Н. В. Гоголь. Портрет

К шести часам следующего дня кущи наконец расступились. К этому времени я был зол отчаянно, ибо шел всю долгую ночь и весь непомерно жаркий день. Карта покойного брата Жарреро так и не давала мне возможности воспользоваться ею и выбраться к людям – изображенная на ней местность была где-то далеко. К тому же в этих широтах с погодой, будь она неладна, творилось нечто невообразимое – с неба все время сыпал мелкий и противный дождь, под ногами хлюпало, к тому же серые, быстро бегущие по небу облака плохо скрывали жаркое солнце, старательно испарявшее во мне остатки влаги…

Но вот лес стал редеть, все меньше мне попадалось высоких деревьев и непролазного ельника, все больше тоненьких стволов молодняка и низкого кустарника, на котором алели гроздья ядовитых ягод. Кустистый папоротник и хвощи отвоевывали все большие территории. Я выбирался на открытые пространства, что позволило мне наконец-то вздохнуть свободнее и поверить в свои силы. Признаться, их оставалось немного. Я уже начинал думать, что лес никогда не кончится и мне суждено здесь умереть. Позади остались болотистые и опасные места, где над моей светлой личностью надругались болотные дрофы, а потом мной едва не поужинали братья-людоведы и душелюбы.

Через некоторое время мне посчастливилось набрести на ручей, где я с жадностью напился и пополнил запасы пресной воды в дорожной сумке.

После того как я скрепя сердце вышел из воды и продвинулся еще дальше по холмистому редколесью, впереди вдруг показалась крутая каменная стена, на которую взбирался дикий плющ и мшистые щупальца леса. После встречи с «милейшим пророком» я настороженно относился к жилым постройкам и их хозяевам.

Прокравшись около полумили к северу по колючему кустарнику, росшему у самого основания стены, я затаился наконец в дебрях остролистого есеня. Моему взору предстали высокие деревянные ворота и ведущая к ним с севера присыпанная мелкой щебенкой тропинка. Ворота были приоткрыты. Возле них высокая женщина в черных монашеских одеждах и высоком клобуке беседовала с мужчиной средних лет в монашеском балахоне. Я прислушался – и даже с такого расстояния мне удалось уловить их короткий разговор. Женщина приветствовала брата Ариоро, прибывшего в обитель святой Бевьевы по пути в Миратру. Брат Ариоро, по всей видимости, собирался остановиться здесь на ночлег.

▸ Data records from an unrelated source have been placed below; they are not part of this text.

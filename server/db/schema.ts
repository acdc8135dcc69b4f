import { sql } from 'drizzle-orm';
import {
  type AnyPgColumn,
  bigserial,
  check,
  index,
  integer,
  json,
  jsonb,
  pgEnum,
  pgTable,
  primaryKey,
  text,
  timestamp,
  unique,
  uuid,
  varchar,
} from 'drizzle-orm/pg-core';
import type { AuditAction } from '../../shared/api/audit';
import type { ReceiveForm } from '../../shared/api/instruments';
import { bandRoles } from '../../shared/api/roles';

/** Site-wide role of a user: admins can see and repair everything. */
export const siteRole = pgEnum('site_role', ['member', 'admin']);

/** Role of a user inside one band. */
export const bandRole = pgEnum('band_role', bandRoles);

const createdAt = () => timestamp('created_at', { withTimezone: true }).notNull().defaultNow();

export const users = pgTable('users', {
  id: uuid('id').primaryKey().defaultRandom(),
  githubId: text('github_id').notNull().unique(),
  login: text('login').notNull(),
  name: text('name'),
  email: text('email'),
  avatarUrl: text('avatar_url'),
  siteRole: siteRole('site_role').notNull().default('member'),
  createdAt: createdAt(),
  lastSignInAt: timestamp('last_sign_in_at', { withTimezone: true }),
});

export const bands = pgTable('bands', {
  id: uuid('id').primaryKey().defaultRandom(),
  name: text('name').notNull(),
  createdBy: uuid('created_by').references(() => users.id, { onDelete: 'set null' }),
  createdAt: createdAt(),
});

export const memberships = pgTable(
  'memberships',
  {
    bandId: uuid('band_id')
      .notNull()
      .references(() => bands.id, { onDelete: 'cascade' }),
    userId: uuid('user_id')
      .notNull()
      .references(() => users.id, { onDelete: 'cascade' }),
    role: bandRole('role').notNull(),
    createdAt: createdAt(),
  },
  (t) => [
    primaryKey({ columns: [t.bandId, t.userId] }),
    index('memberships_user_idx').on(t.userId),
  ],
);

/** An e-mail invitation into a band; only a hash of the single-use token is kept. */
export const invites = pgTable(
  'invites',
  {
    id: uuid('id').primaryKey().defaultRandom(),
    bandId: uuid('band_id')
      .notNull()
      .references(() => bands.id, { onDelete: 'cascade' }),
    email: text('email').notNull(),
    role: bandRole('role').notNull(),
    tokenHash: text('token_hash').notNull().unique(),
    invitedBy: uuid('invited_by').references(() => users.id, { onDelete: 'set null' }),
    expiresAt: timestamp('expires_at', { withTimezone: true }).notNull(),
    acceptedAt: timestamp('accepted_at', { withTimezone: true }),
    acceptedBy: uuid('accepted_by').references(() => users.id, { onDelete: 'set null' }),
    revokedAt: timestamp('revoked_at', { withTimezone: true }),
    createdAt: createdAt(),
  },
  (t) => [index('invites_band_idx').on(t.bandId)],
);

/**
 * A saved tuning. The document itself lives in its revisions; this row holds what lists and searches need.
 * A preset belongs to its owner's own library when band_id is null, else to the band's library.
 */
export const presets = pgTable(
  'presets',
  {
    id: uuid('id').primaryKey().defaultRandom(),
    ownerId: uuid('owner_id')
      .notNull()
      .references(() => users.id, { onDelete: 'restrict' }),
    bandId: uuid('band_id').references(() => bands.id, { onDelete: 'restrict' }),
    name: text('name').notNull(),
    latestRevision: integer('latest_revision').notNull().default(1),
    forkedFromId: uuid('forked_from_id').references((): AnyPgColumn => presets.id, {
      onDelete: 'set null',
    }),
    forkedFromRevision: integer('forked_from_revision'),
    createdAt: createdAt(),
    updatedAt: timestamp('updated_at', { withTimezone: true }).notNull().defaultNow(),
    deletedAt: timestamp('deleted_at', { withTimezone: true }),
  },
  (t) => [
    index('presets_owner_idx').on(t.ownerId),
    index('presets_band_idx').on(t.bandId),
    index('presets_updated_idx').on(t.updatedAt),
    check('presets_latest_revision_positive', sql`${t.latestRevision} >= 1`),
  ],
);

/** Every save is a new row; rows are never updated. */
export const presetRevisions = pgTable(
  'preset_revisions',
  {
    presetId: uuid('preset_id')
      .notNull()
      .references(() => presets.id, { onDelete: 'cascade' }),
    revision: integer('revision').notNull(),
    document: jsonb('document').notNull(),
    note: text('note'),
    authorId: uuid('author_id').references(() => users.id, { onDelete: 'set null' }),
    createdAt: createdAt(),
  },
  (t) => [
    primaryKey({ columns: [t.presetId, t.revision] }),
    check('preset_revisions_revision_positive', sql`${t.revision} >= 1`),
  ],
);

/** A read-only link to a preset, optionally pinned to one revision; only a hash of the token is kept. */
export const shareLinks = pgTable(
  'share_links',
  {
    id: uuid('id').primaryKey().defaultRandom(),
    presetId: uuid('preset_id')
      .notNull()
      .references(() => presets.id, { onDelete: 'cascade' }),
    revision: integer('revision'),
    tokenHash: text('token_hash').notNull().unique(),
    createdBy: uuid('created_by').references(() => users.id, { onDelete: 'set null' }),
    createdAt: createdAt(),
    revokedAt: timestamp('revoked_at', { withTimezone: true }),
  },
  (t) => [index('share_links_preset_idx').on(t.presetId)],
);

/** Songs and files users sent for retuning or import, kept as history with a checksum. */
export const uploads = pgTable(
  'uploads',
  {
    id: uuid('id').primaryKey().defaultRandom(),
    userId: uuid('user_id')
      .notNull()
      .references(() => users.id, { onDelete: 'cascade' }),
    purpose: text('purpose').notNull(),
    fileName: text('file_name').notNull(),
    byteSize: integer('byte_size').notNull(),
    sha256: varchar('sha256', { length: 64 }).notNull(),
    createdAt: createdAt(),
  },
  (t) => [index('uploads_user_idx').on(t.userId, t.createdAt)],
);

/** The session store's table, in the layout connect-pg-simple reads and writes. */
export const sessions = pgTable(
  'sessions',
  {
    sid: varchar('sid').primaryKey(),
    sess: json('sess').notNull(),
    expire: timestamp('expire', { precision: 6 }).notNull(),
  },
  (t) => [index('sessions_expire_idx').on(t.expire)],
);

/** Who changed what: appended to, never edited. */
export const auditLog = pgTable(
  'audit_log',
  {
    id: bigserial('id', { mode: 'number' }).primaryKey(),
    actorId: uuid('actor_id').references(() => users.id, { onDelete: 'set null' }),
    bandId: uuid('band_id').references(() => bands.id, { onDelete: 'cascade' }),
    presetId: uuid('preset_id').references(() => presets.id, { onDelete: 'set null' }),
    action: text('action').$type<AuditAction>().notNull(),
    detail: jsonb('detail').$type<Record<string, unknown>>(),
    createdAt: createdAt(),
  },
  (t) => [
    index('audit_log_band_idx').on(t.bandId, t.createdAt),
    index('audit_log_preset_idx').on(t.presetId),
  ],
);

/** A member's instrument: how their gear takes a tuning. Private to its owner. */
export const instruments = pgTable(
  'instruments',
  {
    id: uuid('id').primaryKey().defaultRandom(),
    ownerId: uuid('owner_id')
      .notNull()
      .references(() => users.id, { onDelete: 'cascade' }),
    name: text('name').notNull(),
    receives: text('receives').$type<ReceiveForm>().notNull(),
    deviceId: integer('device_id').notNull(),
    program: integer('program').notNull(),
    bank: integer('bank').notNull(),
    bendRange: integer('bend_range').notNull(),
    firstMemberChannel: integer('first_member_channel').notNull(),
    lastMemberChannel: integer('last_member_channel').notNull(),
    port: text('port'),
    createdAt: createdAt(),
    updatedAt: timestamp('updated_at', { withTimezone: true }).notNull().defaultNow(),
  },
  (t) => [index('instruments_owner_idx').on(t.ownerId)],
);

/** A band's setlist, with the stage's live position in it. */
export const setlists = pgTable(
  'setlists',
  {
    id: uuid('id').primaryKey().defaultRandom(),
    bandId: uuid('band_id')
      .notNull()
      .references(() => bands.id, { onDelete: 'cascade' }),
    name: text('name').notNull(),
    position: integer('position').notNull().default(0),
    createdBy: uuid('created_by').references(() => users.id, { onDelete: 'set null' }),
    createdAt: createdAt(),
    updatedAt: timestamp('updated_at', { withTimezone: true }).notNull().defaultNow(),
  },
  (t) => [
    index('setlists_band_idx').on(t.bandId),
    check('setlists_position_not_negative', sql`${t.position} >= 0`),
  ],
);

/** The entries of a setlist in order; a null revision follows the preset's latest. */
export const setlistEntries = pgTable(
  'setlist_entries',
  {
    setlistId: uuid('setlist_id')
      .notNull()
      .references(() => setlists.id, { onDelete: 'cascade' }),
    place: integer('place').notNull(),
    presetId: uuid('preset_id')
      .notNull()
      .references(() => presets.id, { onDelete: 'cascade' }),
    revision: integer('revision'),
    trigger: integer('trigger'),
  },
  (t) => [
    primaryKey({ columns: [t.setlistId, t.place] }),
    unique('setlist_entries_trigger_unique').on(t.setlistId, t.trigger),
    index('setlist_entries_preset_idx').on(t.presetId),
  ],
);

/**
 * Every change the stage's followers must hear, numbered: a move of the position, or a new revision of the entry
 * the position is on. The id is the Server-Sent Events id a reconnecting follower resumes from.
 */
export const stageEvents = pgTable(
  'stage_events',
  {
    id: bigserial('id', { mode: 'number' }).primaryKey(),
    setlistId: uuid('setlist_id')
      .notNull()
      .references(() => setlists.id, { onDelete: 'cascade' }),
    position: integer('position').notNull(),
    createdAt: createdAt(),
  },
  (t) => [index('stage_events_setlist_idx').on(t.setlistId, t.id)],
);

Монах поразил меня своим высокодуховным видом. В мое сердце даже закралась жуткая зависть. Хотел бы и я так выглядеть в его годы. У него были широко распахнутые голубые глаза, чей свет добирался даже до отдаленного кустарника, где я прятался.

Они придавали его лицу выражение детской невинности. Он был довольно коренаст, но вся его крепкая фигура не создавала впечатления неуклюжести и скованности, а только уверенности и силы. Седые волосы голубоватыми воздушными прядями лежали на плечах, но брат Ариоро совсем не выглядел старым, похоже, ему было что-то около пятидесяти.

Его наконец пригласили внутрь, и он исчез за створкой медленно притворенных за его спиной ворот.

Кажется, настало время свериться с картой брата Жарреро. Я вынул ее из кармашка рясы и радостно вскрикнул. Предчувствия меня не обманули. На самой южной границе изображенных на ней земель была обозначена и обитель святой Бевьевы. Название монастыря выведено было ярко-красными чернилами, красивый монашеский почерк придал буквам округлую стройность. Саму обитель неизвестный географ изобразил черными красками. Не всю, а только ее часть. Я возблагодарил небо и усердие того монаха, который не поленился и включил монастырь в карту. Теперь я знал, куда двигаться дальше.

– Спасибо тебе, дружище! – помнится, выкрикнул я и сжал ладони в приветственном жесте, глядя куда-то в сторону высокой сосны, чьи ветви шуршали, ласкаемые руками ветра.

Потом я ненадолго замялся. Подумать только, обитель Бевьевы! Женский монастырь! Смущение тронуло мое коварное сердце. Следовало ли мне, такому порочному и нечистому, нарушать уединение этих смиренных женщин, променявших мирские радости на служение культу, свято верующих в идеалы чистоты и непорочности?! Наверное, я должен по широкой дуге обойти обитель и двинуться дальше, не нарушая привычного для монахинь порядка вещей. Имею ли я право входить в храм? Ответ был очевиден. Нет. Не имею. Я не имею такого морального права.

Я постучал в ворота, и ответ не заставил себя долго ждать. В смотровое отверстие выглянули прелестные темные глазки.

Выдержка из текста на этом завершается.